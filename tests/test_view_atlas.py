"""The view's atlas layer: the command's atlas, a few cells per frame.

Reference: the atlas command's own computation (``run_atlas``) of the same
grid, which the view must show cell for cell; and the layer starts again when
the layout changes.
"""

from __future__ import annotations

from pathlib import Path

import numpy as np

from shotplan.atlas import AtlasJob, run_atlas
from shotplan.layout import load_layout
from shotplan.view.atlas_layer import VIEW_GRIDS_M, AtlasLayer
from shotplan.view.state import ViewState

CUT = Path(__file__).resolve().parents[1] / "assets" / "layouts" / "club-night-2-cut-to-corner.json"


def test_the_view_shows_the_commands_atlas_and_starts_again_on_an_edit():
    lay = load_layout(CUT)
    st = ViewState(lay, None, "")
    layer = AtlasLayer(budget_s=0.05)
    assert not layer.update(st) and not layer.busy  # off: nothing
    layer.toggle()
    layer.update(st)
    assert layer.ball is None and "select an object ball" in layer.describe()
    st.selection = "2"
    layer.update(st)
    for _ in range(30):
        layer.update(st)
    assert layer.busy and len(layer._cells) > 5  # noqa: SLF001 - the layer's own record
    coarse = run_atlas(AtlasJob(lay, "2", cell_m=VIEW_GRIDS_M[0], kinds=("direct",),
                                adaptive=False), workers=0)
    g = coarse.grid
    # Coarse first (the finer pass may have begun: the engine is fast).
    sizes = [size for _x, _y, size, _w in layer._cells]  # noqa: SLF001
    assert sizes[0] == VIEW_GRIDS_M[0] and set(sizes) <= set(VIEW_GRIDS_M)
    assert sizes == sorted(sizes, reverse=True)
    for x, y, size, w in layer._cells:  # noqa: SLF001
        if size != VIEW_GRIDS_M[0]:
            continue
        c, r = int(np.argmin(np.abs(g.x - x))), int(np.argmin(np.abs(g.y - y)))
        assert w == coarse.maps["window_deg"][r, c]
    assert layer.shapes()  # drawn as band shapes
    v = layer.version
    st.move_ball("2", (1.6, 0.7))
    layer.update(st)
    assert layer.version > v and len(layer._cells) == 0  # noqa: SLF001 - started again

## Exercise directions
The expected answer is a copy of each line in the records that holds the word "from".

## Result for this exercise
from __future__ import annotations
from pathlib import Path
from shotplan.atlas import AtlasJob, run_atlas
from shotplan.layout import load_layout
from shotplan.view.atlas_layer import VIEW_GRIDS_M, AtlasLayer
from shotplan.view.state import ViewState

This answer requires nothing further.